Work task. In the entries below, find the line with "func (s *ChartService) UpdateChart(ctx" and the line with "if in.Title == nil"; give again those lines and every line between them, exactly.

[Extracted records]

- - - - -

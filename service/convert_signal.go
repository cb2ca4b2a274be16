package service

import (
	pb "limitary/api/limitary/v1"
	"limitary/internal/store"
)

func signalsToProto(in []store.Signal) []*pb.Signal {
	out := make([]*pb.Signal, len(in))
	for i, s := range in {
		out[i] = signalToProto(s)
	}
	return out
}

func signalToProto(s store.Signal) *pb.Signal {
	return &pb.Signal{
		Id: s.ID, Chart: s.Chart, Lot: s.Lot, Trace: roleToProto(s.Role), Rule: s.Rule, Description: s.Description, Side: sideToProto(s.Side),
		Consequence: consequenceToProto(s.Consequence), Version: int32(s.Version), Status: signalStatusToProto(s.Status), Occurrence: s.Occurrence,
		FirstPoint: keyOfResult(s.FirstPoint), FirstHit: keyOfResult(s.FirstHit), LastHit: keyOfResult(s.LastHit), MergedInto: s.MergedInto,
		ChangedAfterClosing: s.ChangedAfterClosing, OpenTime: timeToProto(s.OpenedAt), CloseTime: timeToProto(s.ClosedAt),
		ClosedBy: s.ClosedBy, Decision: s.Decision, Cause: s.Cause,
	}
}

func signalStatusToProto(s string) pb.SignalStatus {
	return pb.SignalStatus(pb.SignalStatus_value[signalStatusPrefix+s])
}

func signalChangeToProto(c string) pb.SignalChange {
	return pb.SignalChange(pb.SignalChange_value["SIGNAL_CHANGE_"+c])
}

func eventToProto(e store.SignalEvent) *pb.SignalEvent {
	return &pb.SignalEvent{
		Change: signalChangeToProto(e.Change), Status: signalStatusToProto(e.Status), Version: int32(e.Version),
		FirstPoint: keyOfResult(e.FirstPoint), FirstHit: keyOfResult(e.FirstHit), LastHit: keyOfResult(e.LastHit), MergedInto: e.MergedInto,
		By: e.Principal, RecordedAt: timeToProto(e.RecordedAt), Text: e.Text,
	}
}

func noteToProto(n store.Note) *pb.SignalNote {
	return &pb.SignalNote{Author: n.Author, Text: n.Text, RecordedAt: timeToProto(n.RecordedAt)}
}

// keyOfResult writes the key of a result; one that names none is absent.
func keyOfResult(k store.Key) *pb.StoredKey {
	if k.Source == "" && k.SourceID == "" {
		return nil
	}
	return &pb.StoredKey{Source: k.Source, SourceId: k.SourceID, MeasuredAt: timeToProto(k.MeasuredAt)}
}
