package validation

import (
	"context"
	"fmt"
	"maps"
	"math"
	"slices"
	"strconv"
	"strings"

	"limitary/internal/chart"
	"limitary/internal/decimal"
	"limitary/internal/diagnostics"
	"limitary/internal/limits"
)

const examplesFile = "worked-examples.json"

// workedFile is the file of worked examples.
type workedFile struct {
	Examples []example
	// NormalityP gives the p-value of the Anderson-Darling statistic A*² at printed critical values.
	NormalityP map[string]float64 `json:"ad_p_at_critical"`
}

// example is one worked example. Those without a kind are of a rule or a test, not of limits.
type example struct {
	ID, Source, Kind string
	SubgroupSize     int `json:"subgroup_size"`
	Data             struct {
		X         []float64
		Subgroups [][]float64
		// One of these holds counts: N items each, or inspection units, or one unit.
		C, Nonconforming, Nonconformities []float64
		N                                 float64
		Units                             []float64 `json:"inspection_units"`
	}
	// Parameters are those of an EWMA or a CUSUM, in the unit of the data.
	Parameters struct {
		Lambda, Start, Sigma, Mu0, K, H float64
		KSigma                          float64 `json:"k_sigma"`
		Asymptotic                      bool
	}
	Checks       []exampleCheck
	ExactFactors []exactCheck `json:"exact_factors"`
	// Signals are points, counted from 1.
	Signals map[string][]int
}

// exampleCheck is one printed answer.
type exampleCheck struct {
	quantity
	Published  string
	Recomputed float64
	Status     string
	How        string
	PrintUsed  rounding `json:"print_used"`
	// LeftOut says why nothing is computed: the program has no such method.
	LeftOut string `json:"left_out"`
}

// exactCheck is one answer computed with exact factors.
type exactCheck struct {
	quantity
	Value string
}

// quantity says what is computed: Sample counts from 1, Size is the subgroup size where it is not the nominal one,
// Without names samples that the limits leave out. Kind and SubgroupSize stand for those of the example where its
// figures are for two kinds of chart.
type quantity struct {
	Quantity, Compute string
	Sample, Size      int
	Without           []int
	Kind              string
	SubgroupSize      int `json:"subgroup_size"`
}

// rounding is how a print departed from exact arithmetic: textbook factors, and decimals of intermediate figures.
type rounding struct {
	Factors  map[string]float64
	Decimals map[string]int
}

// recomputedDigits is the relative tolerance of a value recomputed elsewhere, which files give to 12 digits.
const recomputedDigits = 1e-11

func workedExamples(context.Context) ([]Check, error) {
	var file workedFile
	if err := readJSON(examplesFile, &file); err != nil {
		return nil, err
	}
	var checks []Check
	for _, e := range file.Examples {
		more, err := e.check()
		if err != nil {
			return checks, fmt.Errorf("%s: %w", e.ID, err)
		}
		checks = append(checks, more...)
	}
	more, err := file.normalityP()
	return append(checks, more...), err
}

// normalityP checks the p-values at the critical values of the table.
func (f *workedFile) normalityP() (checks []Check, err error) {
	for _, critical := range slices.Sorted(maps.Keys(f.NormalityP)) {
		at, err := strconv.ParseFloat(critical, 64)
		if err != nil {
			return checks, err
		}
		want := f.NormalityP[critical]
		checks = append(checks, Check{
			Name: "Anderson-Darling: p at the printed critical value " + critical, Source: "the formulas of D'Agostino and Stephens (1986), table 4.9, evaluated independently",
			Want: want, Tolerance: recomputedDigits * want,
		}.Compare(diagnostics.NormalityP(at)))
	}
	return checks, nil
}

func (e *example) check() ([]Check, error) {
	s, err := e.solve()
	if err != nil {
		return nil, err
	}
	var checks []Check
	for _, c := range e.Checks {
		if c.LeftOut != "" {
			continue
		}
		got, err := s.value(c.quantity, c.PrintUsed)
		if err != nil {
			return checks, fmt.Errorf("%s: %w", c.Quantity, err)
		}
		wanted, err := c.wanted()
		if err != nil {
			return checks, fmt.Errorf("%s: %w", c.Quantity, err)
		}
		wanted.Name, wanted.Source = e.ID+": "+c.Quantity, e.Source
		checks = append(checks, wanted.Compare(got))
	}
	for _, c := range e.ExactFactors {
		got, err := s.value(c.quantity, rounding{})
		if err != nil {
			return checks, fmt.Errorf("%s: %w", c.Quantity, err)
		}
		want, err := parseFigure(c.Value)
		if err != nil {
			return checks, fmt.Errorf("%s: %w", c.Quantity, err)
		}
		checks = append(checks, Check{
			Name: e.ID + ": " + c.Quantity + ", exact factors", Source: "recomputed from the data of " + e.Source,
			Want: want.value, Tolerance: want.halfUnit(),
		}.Compare(got))
	}
	return checks, nil
}

// wanted takes the printed answer, or the recomputed one where the print is known not to reproduce.
func (c *exampleCheck) wanted() (Check, error) {
	print, err := parseFigure(c.Published)
	if err != nil {
		return Check{}, err
	}
	switch c.Status {
	case "AGREES":
		return Check{Want: print.value, Printed: true, Tolerance: print.halfUnit(), Note: c.PrintUsed.String()}, nil
	case "DISAGREES":
		return c.computed("printed %s, which does not reproduce: %s"), nil
	case "DIFFERS_BY_ONE_UNIT":
		return c.computed("printed %s, one unit of its last digit off; computed with %s"), nil
	}
	return Check{}, fmt.Errorf("status %q: want AGREES, DIFFERS_BY_ONE_UNIT or DISAGREES", c.Status)
}

// computed takes the recomputed answer; note tells what was printed and how it departs.
func (c *exampleCheck) computed(note string) Check {
	return Check{Want: c.Recomputed, Tolerance: recomputedDigits * math.Abs(c.Recomputed), Note: fmt.Sprintf(note, c.Published, c.How)}
}

func (r rounding) String() string {
	var parts []string
	for _, name := range slices.Sorted(maps.Keys(r.Factors)) {
		parts = append(parts, fmt.Sprintf("factor %s = %v", name, r.Factors[name]))
	}
	for _, name := range slices.Sorted(maps.Keys(r.Decimals)) {
		parts = append(parts, fmt.Sprintf("%s rounded to %d decimals", name, r.Decimals[name]))
	}
	if parts == nil {
		return ""
	}
	return "as the print: " + strings.Join(parts, ", ")
}

// request turns the data of an example into a request for its limits. The lines of counts are those at multiples of
// sigma, as in all prints.
func (e *example) request(q quantity) (limits.Request, error) {
	name, size := e.Kind, e.SubgroupSize
	if q.Kind != "" {
		name, size = q.Kind, q.SubgroupSize
	}
	kind, err := chart.ParseKind(name)
	if err != nil {
		return limits.Request{}, err
	}
	decimals := decimal.PlacesMax // so that rounding for publication hides nothing
	req := limits.Request{Kind: kind, SubgroupSize: size, PublishedDecimals: &decimals, Groups: e.groups()}
	if kind.Counts() {
		req.Counts.Method = chart.Normal
	}
	for _, sample := range q.Without {
		if sample < 1 || sample > len(req.Groups) {
			return req, fmt.Errorf("without sample %d of %d", sample, len(req.Groups))
		}
		g := &req.Groups[sample-1]
		g.Excluded, g.ExclusionReason = true, "left out by the print"
	}
	return req, nil
}

// groups gives the readings or counts of an example.
func (e *example) groups() (groups []limits.Group) {
	readings := func(xs ...float64) {
		groups = append(groups, limits.Group{Readings: xs, Decimals: limits.DecimalsUnknown})
	}
	counts := func(xs []float64, inspected func(i int) float64) {
		for i, x := range xs {
			groups = append(groups, limits.Group{Count: &chart.Count{Nonconforming: x, Inspected: inspected(i)}})
		}
	}
	for _, x := range e.Data.X {
		readings(x)
	}
	for _, g := range e.Data.Subgroups {
		readings(g...)
	}
	counts(e.Data.C, func(int) float64 { return 1 })
	counts(e.Data.Nonconforming, func(int) float64 { return e.Data.N })
	counts(e.Data.Nonconformities, func(i int) float64 { return e.Data.Units[i] })
	return groups
}
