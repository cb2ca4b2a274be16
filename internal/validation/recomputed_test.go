package validation

import (
	"math"
	"slices"
	"strings"
	"testing"
)

// A print of few digits proves little, so every answer is also compared with its independent recomputation, which the
// file gives to 12 digits (computed). This needs the unexported solution, hence a test inside the package.
func TestWorkedExamplesEqualTheirRecomputation(t *testing.T) {
	var file workedFile
	if err := readJSON(examplesFile, &file); err != nil {
		t.Fatal(err)
	}
	compared := 0
	for _, e := range file.Examples {
		s, err := e.solve()
		if err != nil {
			t.Fatalf("%s: %v", e.ID, err)
		}
		for _, c := range e.Checks {
			if c.Compute == "" {
				continue
			}
			got, err := s.value(c.quantity, c.PrintUsed)
			if err != nil {
				t.Errorf("%s, %s: %v", e.ID, c.Quantity, err)
			}
			if math.Abs(got-c.Recomputed) > recomputedDigits*math.Abs(c.Recomputed) {
				t.Errorf("%s, %s: got %.14g, want %.12g", e.ID, c.Quantity, got, c.Recomputed)
			}
			compared++
		}
	}
	if compared < 300 {
		t.Errorf("compared %d answers, want at least 300", compared)
	}
}

func TestUnknownQuantityIsAnError(t *testing.T) {
	e := example{Kind: "xbar_r", SubgroupSize: 2}
	e.Data.Subgroups = [][]float64{{1, 2}, {2, 4}, {3, 3}}
	s, err := e.solve()
	if err != nil {
		t.Fatal(err)
	}
	counts := example{Kind: "u", SubgroupSize: 1}
	counts.Data.Nonconformities, counts.Data.Units = []float64{3, 2, 4}, []float64{2, 1, 2}
	c, err := counts.solve()
	if err != nil {
		t.Fatal(err)
	}
	var series example
	series.Data.X, series.Parameters.Lambda, series.Parameters.KSigma, series.Parameters.Sigma, series.Parameters.H = []float64{1, 2}, 0.2, 3, 1, 4
	for _, tc := range []struct {
		s *solution
		q []quantity
	}{
		{s, []quantity{{Compute: "no such"}, {Compute: "location_of", Sample: 4}, {Compute: "upper_location", Size: 3}}},
		{c, []quantity{
			{Compute: "no such"}, {Compute: "no such", Sample: 1}, {Compute: "location_of", Sample: 4}, {Compute: "lower_location"},
			{Compute: "lower_location", Sample: 1}, {Compute: "centre", Without: []int{4}}, {Compute: "centre", Kind: "no such"},
		}},
		{&solution{example: &series}, []quantity{
			{Compute: "no such"}, {Compute: "average_of"}, {Compute: "average_of", Sample: 3}, {Compute: "upper_sum_of", Sample: -1}, {Compute: "anderson_darling"},
		}},
	} {
		for _, q := range tc.q {
			if got, err := tc.s.value(q, rounding{}); err == nil {
				t.Errorf("%+v: got %g, want an error", q, got)
			}
		}
	}
}

// An answer is computed or left out with a reason: none is passed over in silence, and none is made up for a method that
// the program does not have.
func TestEveryAnswerIsComputedOrLeftOutWithAReason(t *testing.T) {
	var file workedFile
	if err := readJSON(examplesFile, &file); err != nil {
		t.Fatal(err)
	}
	var leftOut []string
	for _, e := range file.Examples {
		for _, c := range e.Checks {
			if (c.Compute == "") == (c.LeftOut == "") {
				t.Errorf("%s, %s: compute %q, left out %q: want one of the two", e.ID, c.Quantity, c.Compute, c.LeftOut)
			}
			if c.LeftOut != "" {
				leftOut = append(leftOut, c.Quantity)
			}
		}
	}
	want := []string{"A2 case 0 (mu=200, sigma=35)", "D case 0", "W2 case 0", "D case 3", "W2 case 3"}
	if !slices.Equal(leftOut, want) {
		t.Errorf("left out: got %q, want %q", leftOut, want)
	}
}

// A wrong remark in the file is an error, not a check that passes.
func TestAnAnswerWithoutAKnownStatusIsAnError(t *testing.T) {
	for _, c := range []exampleCheck{{Published: "1", Status: "PERHAPS"}, {Published: "one", Status: "AGREES"}} {
		if got, err := c.wanted(); err == nil {
			t.Errorf("%+v: got %+v, want an error", c, got)
		}
	}
	c := exampleCheck{Published: "47.4115", Recomputed: 47.4115682619, Status: "DIFFERS_BY_ONE_UNIT", How: "the exact root"}
	got, err := c.wanted()
	if err != nil || got.Printed || got.Want != c.Recomputed || !strings.Contains(got.Note, "47.4115") || !strings.Contains(got.Note, "the exact root") {
		t.Errorf("got %+v, %v, want the computed value and what was printed", got, err)
	}
}
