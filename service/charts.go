package service

import (
	"context"

	pb "limitary/api/limitary/v1"
	"limitary/internal/definition"
	"limitary/internal/store"
)

// ChartService keeps charts, their tracks and marks.
type ChartService struct {
	pb.UnimplementedChartServiceServer
	store *store.Store
}

// CreateChart defines a chart.
func (s *ChartService) CreateChart(ctx context.Context, in *pb.CreateChartRequest) (*pb.CreateChartResponse, error) {
	who, req, err := writer(ctx, in.RequestId, in)
	if err != nil {
		return nil, err
	}
	if in.Chart == nil {
		return nil, definition.Invalid("chart", "is not set")
	}
	c, err := chartFromProto(in.Chart)
	if err != nil {
		return nil, under("chart", err)
	}
	if !who.Key.Sees(c.Labels) {
		return nil, definition.Invalid("chart.labels", "lie outside the labels of the key, so that its holder could not see the chart")
	}
	c, err = s.store.CreateChart(ctx, who, req, c)
	if err != nil {
		return nil, err
	}
	return &pb.CreateChartResponse{Chart: chartToProto(c)}, nil
}

// GetChart gives a chart and its tracks.
func (s *ChartService) GetChart(ctx context.Context, in *pb.GetChartRequest) (*pb.GetChartResponse, error) {
	who, err := actor(ctx)
	if err = first(err, definition.CheckSlug("name", in.Name)); err != nil {
		return nil, err
	}
	c, err := s.store.GetChart(ctx, who, in.Name)
	if err != nil {
		return nil, err
	}
	tracks, err := allTracks(ctx, s.store, who, in.Name)
	if err != nil {
		return nil, err
	}
	return &pb.GetChartResponse{Chart: chartToProto(c), Tracks: tracksToProto(tracks)}, nil
}

// allTracks reads every page of a chart's tracks.
func allTracks(ctx context.Context, s *store.Store, who store.Actor, chart string) ([]store.Track, error) {
	var all []store.Track
	p := store.Page{Size: PageSizeMax}
	for {
		some, next, err := s.ListTracks(ctx, who, chart, p)
		if err != nil {
			return nil, err
		}
		all = append(all, some...)
		if next == "" {
			return all, nil
		}
		p.Token = next
	}
}

// ListCharts gives the charts the key may see.
func (s *ChartService) ListCharts(ctx context.Context, in *pb.ListChartsRequest) (*pb.ListChartsResponse, error) {
	who, err := actor(ctx)
	if err != nil {
		return nil, err
	}
	p, err := readPage(in.PageSize, in.PageToken)
	if err != nil {
		return nil, err
	}
	with, err := readLabels("labels", in.Labels)
	if err != nil {
		return nil, err
	}
	charts, next, err := s.store.ListCharts(ctx, who, p, with, in.IncludeArchived)
	if err != nil {
		return nil, err
	}
	out := &pb.ListChartsResponse{Charts: make([]*pb.Chart, len(charts)), NextPageToken: next}
	for i, c := range charts {
		out.Charts[i] = chartToProto(c)
	}
	return out, nil
}

// UpdateChart changes what may change of a chart.
func (s *ChartService) UpdateChart(ctx context.Context, in *pb.UpdateChartRequest) (*pb.UpdateChartResponse, error) {
	who, req, err := writer(ctx, in.RequestId, in)
	if err != nil {
		return nil, err
	}
	change, err := chartChange(in, who)
	if err = first(definition.CheckSlug("name", in.Name), checkID("expected_revision", in.ExpectedRevision), err); err != nil {
		return nil, err
	}
	c, err := s.store.UpdateChart(ctx, who, req, in.Name, in.ExpectedRevision, change)
	if err != nil {
		return nil, err
	}
	return &pb.UpdateChartResponse{Chart: chartToProto(c)}, nil
}

// chartChange gives what an update does to a chart.
func chartChange(in *pb.UpdateChartRequest, who store.Actor) (func(*definition.Chart) error, error) {
	if in.Title == nil && in.Labels == nil && in.Decimals == nil && in.PlanInterval == nil && in.RepeatRule == nil && in.DisplayZone == nil &&
		in.RelevantShiftSigmas == nil && in.RelevantSigmaRatio == nil {
		return nil, definition.Invalid("title", "nothing is given to change; want one of title, labels, decimals, plan_interval, repeat_rule, display_zone, relevant_shift_sigmas, relevant_sigma_ratio")
	}
	plan, err := durationFromProto("plan_interval", in.PlanInterval)
	if err != nil {
		return nil, err
	}
	change := func(c *definition.Chart) error {
		if in.Title != nil {
			c.Title = *in.Title
		}
		if in.Labels != nil {
			c.Labels = in.Labels.Labels
			if !who.Key.Sees(c.Labels) {
				return definition.Invalid("labels", "lie outside the labels of the key, so that its holder could not see the chart")
			}
		}
		if in.Decimals != nil {
			c.Decimals = decimalsFromProto(*in.Decimals, true)
		}
		if in.PlanInterval != nil {
			c.PlanInterval = plan
		}
		if in.RepeatRule != nil {
			c.RepeatRule = *in.RepeatRule
		}
		if in.DisplayZone != nil {
			c.DisplayZone = *in.DisplayZone
		}
		if in.RelevantShiftSigmas != nil {
			c.RelevantShiftSigmas = *in.RelevantShiftSigmas
		}
		if in.RelevantSigmaRatio != nil {
			c.RelevantSigmaRatio = *in.RelevantSigmaRatio
		}
		return c.CheckChangeable()
	}
	return change, change(&definition.Chart{})
}

// ArchiveChart ends posting to a chart.
func (s *ChartService) ArchiveChart(ctx context.Context, in *pb.ArchiveChartRequest) (*pb.ArchiveChartResponse, error) {
	who, req, err := writer(ctx, in.RequestId, in)
	err = first(err, definition.CheckSlug("name", in.Name), checkID("expected_revision", in.ExpectedRevision),
		definition.CheckText("reason", in.Reason, 1, ReasonBytesMax))
	if err != nil {
		return nil, err
	}
	c, err := s.store.ArchiveChart(ctx, who, req, in.Name, in.ExpectedRevision, in.Reason)
	if err != nil {
		return nil, err
	}
	return &pb.ArchiveChartResponse{Chart: chartToProto(c)}, nil
}

// ListTracks gives the tracks of a chart with their states.
func (s *ChartService) ListTracks(ctx context.Context, in *pb.ListTracksRequest) (*pb.ListTracksResponse, error) {
	who, err := actor(ctx)
	if err = first(err, definition.CheckSlug("chart", in.Chart)); err != nil {
		return nil, err
	}
	p, err := readPage(in.PageSize, in.PageToken)
	if err != nil {
		return nil, err
	}
	tracks, next, err := s.store.ListTracks(ctx, who, in.Chart, p)
	if err != nil {
		return nil, err
	}
	return &pb.ListTracksResponse{Tracks: tracksToProto(tracks), NextPageToken: next}, nil
}

// StartLot opens the track of a lot.
func (s *ChartService) StartLot(ctx context.Context, in *pb.StartLotRequest) (*pb.StartLotResponse, error) {
	who, req, err := writer(ctx, in.RequestId, in)
	if err = first(err, definition.CheckSlug("chart", in.Chart), checkName("lot", in.Lot, 1)); err != nil {
		return nil, err
	}
	t, err := s.store.StartLot(ctx, who, req, in.Chart, in.Lot)
	if err != nil {
		return nil, err
	}
	return &pb.StartLotResponse{Track: trackToProto(t)}, nil
}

- - - - -

Answer.
func (s *ChartService) UpdateChart(ctx context.Context, in *pb.UpdateChartRequest) (*pb.UpdateChartResponse, error) {
	who, req, err := writer(ctx, in.RequestId, in)
	if err != nil {
		return nil, err
	}
	change, err := chartChange(in, who)
	if err = first(definition.CheckSlug("name", in.Name), checkID("expected_revision", in.ExpectedRevision), err); err != nil {
		return nil, err
	}
	c, err := s.store.UpdateChart(ctx, who, req, in.Name, in.ExpectedRevision, change)
	if err != nil {
		return nil, err
	}
	return &pb.UpdateChartResponse{Chart: chartToProto(c)}, nil
}

// chartChange gives what an update does to a chart.
func chartChange(in *pb.UpdateChartRequest, who store.Actor) (func(*definition.Chart) error, error) {
	if in.Title == nil && in.Labels == nil && in.Decimals == nil && in.PlanInterval == nil && in.RepeatRule == nil && in.DisplayZone == nil &&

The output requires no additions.